### [Problem details]
Report only how many lines below include "from".

(Stored items)

___

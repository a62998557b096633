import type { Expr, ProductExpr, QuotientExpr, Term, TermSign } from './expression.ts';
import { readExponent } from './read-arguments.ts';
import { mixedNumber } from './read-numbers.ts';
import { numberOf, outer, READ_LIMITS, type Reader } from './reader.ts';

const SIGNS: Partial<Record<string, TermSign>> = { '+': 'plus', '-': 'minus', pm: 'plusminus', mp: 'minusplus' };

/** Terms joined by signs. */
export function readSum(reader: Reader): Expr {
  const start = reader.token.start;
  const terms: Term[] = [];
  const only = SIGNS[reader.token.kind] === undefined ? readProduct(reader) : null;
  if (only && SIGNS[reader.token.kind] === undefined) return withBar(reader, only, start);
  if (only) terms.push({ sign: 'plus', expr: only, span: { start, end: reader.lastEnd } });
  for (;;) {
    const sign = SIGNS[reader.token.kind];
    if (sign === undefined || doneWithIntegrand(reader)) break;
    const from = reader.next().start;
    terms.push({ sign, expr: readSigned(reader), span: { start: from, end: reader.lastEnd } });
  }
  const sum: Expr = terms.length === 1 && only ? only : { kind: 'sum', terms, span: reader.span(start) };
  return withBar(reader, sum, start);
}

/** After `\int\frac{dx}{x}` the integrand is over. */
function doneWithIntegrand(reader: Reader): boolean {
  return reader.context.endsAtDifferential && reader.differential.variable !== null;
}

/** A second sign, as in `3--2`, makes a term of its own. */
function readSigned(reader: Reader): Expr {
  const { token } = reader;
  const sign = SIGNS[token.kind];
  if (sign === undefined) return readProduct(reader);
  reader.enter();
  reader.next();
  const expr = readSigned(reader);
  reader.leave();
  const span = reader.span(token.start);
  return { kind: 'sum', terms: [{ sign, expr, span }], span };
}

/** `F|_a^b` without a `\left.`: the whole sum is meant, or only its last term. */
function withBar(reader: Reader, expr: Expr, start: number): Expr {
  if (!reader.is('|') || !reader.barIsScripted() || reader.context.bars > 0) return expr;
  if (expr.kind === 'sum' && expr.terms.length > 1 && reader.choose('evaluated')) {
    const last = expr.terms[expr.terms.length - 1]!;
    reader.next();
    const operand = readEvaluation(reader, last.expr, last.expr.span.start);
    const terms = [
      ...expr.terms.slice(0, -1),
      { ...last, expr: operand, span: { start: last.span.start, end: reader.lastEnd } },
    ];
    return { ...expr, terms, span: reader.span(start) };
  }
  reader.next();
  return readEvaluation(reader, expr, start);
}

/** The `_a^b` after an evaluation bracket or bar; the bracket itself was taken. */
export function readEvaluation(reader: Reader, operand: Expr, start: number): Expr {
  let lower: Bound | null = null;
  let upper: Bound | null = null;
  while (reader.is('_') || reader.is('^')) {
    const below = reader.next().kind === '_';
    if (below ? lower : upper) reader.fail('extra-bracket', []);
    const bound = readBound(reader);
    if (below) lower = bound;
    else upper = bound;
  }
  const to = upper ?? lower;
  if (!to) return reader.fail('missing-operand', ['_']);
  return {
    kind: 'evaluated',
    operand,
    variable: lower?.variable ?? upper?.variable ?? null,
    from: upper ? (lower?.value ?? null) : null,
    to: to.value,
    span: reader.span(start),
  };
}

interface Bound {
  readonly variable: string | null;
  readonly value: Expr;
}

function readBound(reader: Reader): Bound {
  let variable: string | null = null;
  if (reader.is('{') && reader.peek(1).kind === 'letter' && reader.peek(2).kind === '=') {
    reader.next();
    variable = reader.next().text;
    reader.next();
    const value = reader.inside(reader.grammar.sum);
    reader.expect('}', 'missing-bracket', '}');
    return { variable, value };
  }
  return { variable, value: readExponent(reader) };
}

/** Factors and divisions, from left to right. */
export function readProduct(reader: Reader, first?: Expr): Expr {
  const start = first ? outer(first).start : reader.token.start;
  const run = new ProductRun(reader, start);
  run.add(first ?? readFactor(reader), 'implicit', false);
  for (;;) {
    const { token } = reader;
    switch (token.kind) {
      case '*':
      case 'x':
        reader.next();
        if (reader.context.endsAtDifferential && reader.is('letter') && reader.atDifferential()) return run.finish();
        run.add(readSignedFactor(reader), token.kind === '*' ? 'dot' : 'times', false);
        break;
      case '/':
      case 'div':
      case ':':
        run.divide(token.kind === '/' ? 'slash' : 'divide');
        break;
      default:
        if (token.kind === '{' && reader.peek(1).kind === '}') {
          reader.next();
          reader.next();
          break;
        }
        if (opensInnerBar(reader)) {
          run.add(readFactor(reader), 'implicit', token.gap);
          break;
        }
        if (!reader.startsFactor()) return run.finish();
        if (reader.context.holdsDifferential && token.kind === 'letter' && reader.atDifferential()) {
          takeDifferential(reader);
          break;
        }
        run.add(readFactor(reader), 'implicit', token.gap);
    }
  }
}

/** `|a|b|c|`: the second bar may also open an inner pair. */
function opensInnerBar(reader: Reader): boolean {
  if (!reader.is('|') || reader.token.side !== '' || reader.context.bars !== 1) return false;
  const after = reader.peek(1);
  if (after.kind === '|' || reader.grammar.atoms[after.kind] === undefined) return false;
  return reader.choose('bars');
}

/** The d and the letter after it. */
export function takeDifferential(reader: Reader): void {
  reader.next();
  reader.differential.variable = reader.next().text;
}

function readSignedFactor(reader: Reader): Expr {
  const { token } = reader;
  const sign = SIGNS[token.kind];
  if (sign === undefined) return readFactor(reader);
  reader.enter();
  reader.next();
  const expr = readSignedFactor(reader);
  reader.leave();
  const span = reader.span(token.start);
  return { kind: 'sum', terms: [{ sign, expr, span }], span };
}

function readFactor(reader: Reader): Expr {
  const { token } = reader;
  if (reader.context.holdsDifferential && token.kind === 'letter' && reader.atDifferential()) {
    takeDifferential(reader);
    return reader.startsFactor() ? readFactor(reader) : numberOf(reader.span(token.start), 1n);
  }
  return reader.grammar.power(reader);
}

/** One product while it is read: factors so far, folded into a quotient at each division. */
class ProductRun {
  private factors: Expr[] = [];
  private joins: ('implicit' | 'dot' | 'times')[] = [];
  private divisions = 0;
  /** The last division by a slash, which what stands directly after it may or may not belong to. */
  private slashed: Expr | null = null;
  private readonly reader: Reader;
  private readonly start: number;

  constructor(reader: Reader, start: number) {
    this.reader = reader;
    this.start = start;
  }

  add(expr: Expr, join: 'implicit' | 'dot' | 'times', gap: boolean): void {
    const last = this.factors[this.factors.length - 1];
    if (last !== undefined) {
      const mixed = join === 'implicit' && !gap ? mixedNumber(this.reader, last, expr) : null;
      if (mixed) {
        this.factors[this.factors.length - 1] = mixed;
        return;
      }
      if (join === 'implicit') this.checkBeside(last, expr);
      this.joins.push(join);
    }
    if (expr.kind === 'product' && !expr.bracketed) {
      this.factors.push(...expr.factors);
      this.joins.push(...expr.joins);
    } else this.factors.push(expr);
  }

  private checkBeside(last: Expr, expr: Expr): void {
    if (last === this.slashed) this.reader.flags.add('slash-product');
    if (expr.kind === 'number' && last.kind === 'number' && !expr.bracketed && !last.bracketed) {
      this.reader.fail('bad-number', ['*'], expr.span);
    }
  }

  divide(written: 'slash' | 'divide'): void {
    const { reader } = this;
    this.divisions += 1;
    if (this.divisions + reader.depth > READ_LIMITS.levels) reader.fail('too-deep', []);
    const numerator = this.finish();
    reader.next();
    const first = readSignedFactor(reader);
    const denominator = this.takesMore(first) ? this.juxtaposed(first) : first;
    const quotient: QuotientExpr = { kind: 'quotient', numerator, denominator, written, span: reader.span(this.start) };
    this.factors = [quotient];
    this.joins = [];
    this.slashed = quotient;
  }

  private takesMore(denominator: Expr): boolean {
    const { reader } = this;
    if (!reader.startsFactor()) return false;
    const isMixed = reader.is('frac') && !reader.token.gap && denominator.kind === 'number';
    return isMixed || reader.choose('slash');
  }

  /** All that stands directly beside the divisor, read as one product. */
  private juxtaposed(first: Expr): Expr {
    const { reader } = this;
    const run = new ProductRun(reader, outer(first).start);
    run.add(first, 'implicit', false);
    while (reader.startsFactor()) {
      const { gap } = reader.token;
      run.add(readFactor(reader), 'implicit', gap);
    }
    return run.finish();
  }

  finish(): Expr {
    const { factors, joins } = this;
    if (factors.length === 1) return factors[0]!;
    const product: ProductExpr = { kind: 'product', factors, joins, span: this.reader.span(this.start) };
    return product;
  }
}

___

### [Response to the exercise]
8